◆ Exercise directions: Your answer must be an exact repetition of every record.

◆ Available data:
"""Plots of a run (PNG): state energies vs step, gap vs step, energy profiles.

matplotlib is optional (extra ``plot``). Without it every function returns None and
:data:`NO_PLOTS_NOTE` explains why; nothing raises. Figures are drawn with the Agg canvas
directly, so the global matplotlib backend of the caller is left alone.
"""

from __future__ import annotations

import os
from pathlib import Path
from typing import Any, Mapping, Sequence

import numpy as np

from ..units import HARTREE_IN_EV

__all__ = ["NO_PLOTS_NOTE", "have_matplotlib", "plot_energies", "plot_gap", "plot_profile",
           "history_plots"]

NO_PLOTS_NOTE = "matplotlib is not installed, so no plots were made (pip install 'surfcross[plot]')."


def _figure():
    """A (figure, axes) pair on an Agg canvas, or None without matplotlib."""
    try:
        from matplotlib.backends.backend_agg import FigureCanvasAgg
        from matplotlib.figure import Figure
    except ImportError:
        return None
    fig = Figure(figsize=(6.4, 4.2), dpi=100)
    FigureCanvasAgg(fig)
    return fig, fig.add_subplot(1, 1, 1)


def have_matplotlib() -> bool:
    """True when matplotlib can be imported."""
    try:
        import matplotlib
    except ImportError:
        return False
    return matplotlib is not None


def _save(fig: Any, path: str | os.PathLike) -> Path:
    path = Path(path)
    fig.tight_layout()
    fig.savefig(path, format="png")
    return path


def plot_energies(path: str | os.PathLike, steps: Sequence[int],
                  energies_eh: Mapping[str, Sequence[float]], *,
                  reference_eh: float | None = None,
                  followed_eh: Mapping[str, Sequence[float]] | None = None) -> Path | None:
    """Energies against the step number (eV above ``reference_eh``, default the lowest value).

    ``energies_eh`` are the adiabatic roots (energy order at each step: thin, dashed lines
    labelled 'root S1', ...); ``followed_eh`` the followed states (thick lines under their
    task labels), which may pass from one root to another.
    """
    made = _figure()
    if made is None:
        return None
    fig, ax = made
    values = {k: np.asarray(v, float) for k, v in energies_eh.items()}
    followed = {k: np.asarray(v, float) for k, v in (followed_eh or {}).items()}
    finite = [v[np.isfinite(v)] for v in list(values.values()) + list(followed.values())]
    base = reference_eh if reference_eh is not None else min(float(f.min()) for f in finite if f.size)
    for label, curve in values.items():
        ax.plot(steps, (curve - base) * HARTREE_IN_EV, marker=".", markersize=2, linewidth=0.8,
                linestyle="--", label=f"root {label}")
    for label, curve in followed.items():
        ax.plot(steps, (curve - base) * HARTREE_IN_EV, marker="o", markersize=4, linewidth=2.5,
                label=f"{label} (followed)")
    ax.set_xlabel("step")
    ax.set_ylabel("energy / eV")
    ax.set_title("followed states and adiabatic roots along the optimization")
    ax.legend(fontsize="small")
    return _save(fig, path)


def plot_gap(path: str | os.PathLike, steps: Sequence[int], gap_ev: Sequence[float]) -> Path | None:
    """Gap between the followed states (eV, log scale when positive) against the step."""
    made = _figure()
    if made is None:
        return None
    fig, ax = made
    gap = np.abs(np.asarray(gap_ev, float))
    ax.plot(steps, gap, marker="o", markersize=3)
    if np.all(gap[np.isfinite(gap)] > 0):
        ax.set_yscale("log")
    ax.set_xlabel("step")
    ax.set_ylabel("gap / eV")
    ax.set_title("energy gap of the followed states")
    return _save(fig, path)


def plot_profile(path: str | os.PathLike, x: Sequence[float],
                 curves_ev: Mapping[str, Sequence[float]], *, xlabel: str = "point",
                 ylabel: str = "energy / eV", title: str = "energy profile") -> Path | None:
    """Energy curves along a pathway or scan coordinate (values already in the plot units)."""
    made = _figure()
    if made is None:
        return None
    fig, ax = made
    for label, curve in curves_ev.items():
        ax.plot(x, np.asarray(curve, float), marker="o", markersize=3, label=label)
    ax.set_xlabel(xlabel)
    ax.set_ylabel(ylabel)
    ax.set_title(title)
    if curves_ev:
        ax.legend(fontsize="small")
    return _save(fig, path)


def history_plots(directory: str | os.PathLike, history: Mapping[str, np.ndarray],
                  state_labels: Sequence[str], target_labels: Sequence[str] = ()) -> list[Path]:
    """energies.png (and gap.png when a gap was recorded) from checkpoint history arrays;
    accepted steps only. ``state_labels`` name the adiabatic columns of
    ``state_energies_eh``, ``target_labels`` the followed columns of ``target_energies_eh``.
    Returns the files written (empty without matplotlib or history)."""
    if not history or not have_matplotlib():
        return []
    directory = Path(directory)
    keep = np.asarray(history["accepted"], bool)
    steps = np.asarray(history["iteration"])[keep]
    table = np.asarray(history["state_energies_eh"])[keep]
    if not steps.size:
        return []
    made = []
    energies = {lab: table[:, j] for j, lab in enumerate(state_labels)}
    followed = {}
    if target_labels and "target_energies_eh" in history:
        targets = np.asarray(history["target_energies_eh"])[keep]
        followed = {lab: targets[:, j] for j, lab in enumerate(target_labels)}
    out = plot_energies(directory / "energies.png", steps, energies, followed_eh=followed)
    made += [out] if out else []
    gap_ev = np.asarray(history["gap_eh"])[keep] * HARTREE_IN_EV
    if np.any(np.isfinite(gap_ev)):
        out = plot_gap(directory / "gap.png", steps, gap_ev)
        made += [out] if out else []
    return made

◆ Result for this task:
"""Plots of a run (PNG): state energies vs step, gap vs step, energy profiles.

matplotlib is optional (extra ``plot``). Without it every function returns None and
:data:`NO_PLOTS_NOTE` explains why; nothing raises. Figures are drawn with the Agg canvas
directly, so the global matplotlib backend of the caller is left alone.
"""

from __future__ import annotations

import os
from pathlib import Path
from typing import Any, Mapping, Sequence

import numpy as np

from ..units import HARTREE_IN_EV

__all__ = ["NO_PLOTS_NOTE", "have_matplotlib", "plot_energies", "plot_gap", "plot_profile",
           "history_plots"]

NO_PLOTS_NOTE = "matplotlib is not installed, so no plots were made (pip install 'surfcross[plot]')."


def _figure():
    """A (figure, axes) pair on an Agg canvas, or None without matplotlib."""
    try:
        from matplotlib.backends.backend_agg import FigureCanvasAgg
        from matplotlib.figure import Figure
    except ImportError:
        return None
    fig = Figure(figsize=(6.4, 4.2), dpi=100)
    FigureCanvasAgg(fig)
    return fig, fig.add_subplot(1, 1, 1)


def have_matplotlib() -> bool:
    """True when matplotlib can be imported."""
    try:
        import matplotlib
    except ImportError:
        return False
    return matplotlib is not None


def _save(fig: Any, path: str | os.PathLike) -> Path:
    path = Path(path)
    fig.tight_layout()
    fig.savefig(path, format="png")
    return path


def plot_energies(path: str | os.PathLike, steps: Sequence[int],
                  energies_eh: Mapping[str, Sequence[float]], *,
                  reference_eh: float | None = None,
                  followed_eh: Mapping[str, Sequence[float]] | None = None) -> Path | None:
    """Energies against the step number (eV above ``reference_eh``, default the lowest value).

    ``energies_eh`` are the adiabatic roots (energy order at each step: thin, dashed lines
    labelled 'root S1', ...); ``followed_eh`` the followed states (thick lines under their
    task labels), which may pass from one root to another.
    """
    made = _figure()
    if made is None:
        return None
    fig, ax = made
    values = {k: np.asarray(v, float) for k, v in energies_eh.items()}
    followed = {k: np.asarray(v, float) for k, v in (followed_eh or {}).items()}
    finite = [v[np.isfinite(v)] for v in list(values.values()) + list(followed.values())]
    base = reference_eh if reference_eh is not None else min(float(f.min()) for f in finite if f.size)
    for label, curve in values.items():
        ax.plot(steps, (curve - base) * HARTREE_IN_EV, marker=".", markersize=2, linewidth=0.8,
                linestyle="--", label=f"root {label}")
    for label, curve in followed.items():
        ax.plot(steps, (curve - base) * HARTREE_IN_EV, marker="o", markersize=4, linewidth=2.5,
                label=f"{label} (followed)")
    ax.set_xlabel("step")
    ax.set_ylabel("energy / eV")
    ax.set_title("followed states and adiabatic roots along the optimization")
    ax.legend(fontsize="small")
    return _save(fig, path)


def plot_gap(path: str | os.PathLike, steps: Sequence[int], gap_ev: Sequence[float]) -> Path | None:
    """Gap between the followed states (eV, log scale when positive) against the step."""
    made = _figure()
    if made is None:
        return None
    fig, ax = made
    gap = np.abs(np.asarray(gap_ev, float))
    ax.plot(steps, gap, marker="o", markersize=3)
    if np.all(gap[np.isfinite(gap)] > 0):
        ax.set_yscale("log")
    ax.set_xlabel("step")
    ax.set_ylabel("gap / eV")
    ax.set_title("energy gap of the followed states")
    return _save(fig, path)


def plot_profile(path: str | os.PathLike, x: Sequence[float],
                 curves_ev: Mapping[str, Sequence[float]], *, xlabel: str = "point",
                 ylabel: str = "energy / eV", title: str = "energy profile") -> Path | None:
    """Energy curves along a pathway or scan coordinate (values already in the plot units)."""
    made = _figure()
    if made is None:
        return None
    fig, ax = made
    for label, curve in curves_ev.items():
        ax.plot(x, np.asarray(curve, float), marker="o", markersize=3, label=label)
    ax.set_xlabel(xlabel)
    ax.set_ylabel(ylabel)
    ax.set_title(title)
    if curves_ev:
        ax.legend(fontsize="small")
    return _save(fig, path)


def history_plots(directory: str | os.PathLike, history: Mapping[str, np.ndarray],
                  state_labels: Sequence[str], target_labels: Sequence[str] = ()) -> list[Path]:
    """energies.png (and gap.png when a gap was recorded) from checkpoint history arrays;
    accepted steps only. ``state_labels`` name the adiabatic columns of
    ``state_energies_eh``, ``target_labels`` the followed columns of ``target_energies_eh``.
    Returns the files written (empty without matplotlib or history)."""
    if not history or not have_matplotlib():
        return []
    directory = Path(directory)
    keep = np.asarray(history["accepted"], bool)
    steps = np.asarray(history["iteration"])[keep]
    table = np.asarray(history["state_energies_eh"])[keep]
    if not steps.size:
        return []
    made = []
    energies = {lab: table[:, j] for j, lab in enumerate(state_labels)}
    followed = {}
    if target_labels and "target_energies_eh" in history:
        targets = np.asarray(history["target_energies_eh"])[keep]
        followed = {lab: targets[:, j] for j, lab in enumerate(target_labels)}
    out = plot_energies(directory / "energies.png", steps, energies, followed_eh=followed)
    made += [out] if out else []
    gap_ev = np.asarray(history["gap_eh"])[keep] * HARTREE_IN_EV
    if np.any(np.isfinite(gap_ev)):
        out = plot_gap(directory / "gap.png", steps, gap_ev)
        made += [out] if out else []
    return made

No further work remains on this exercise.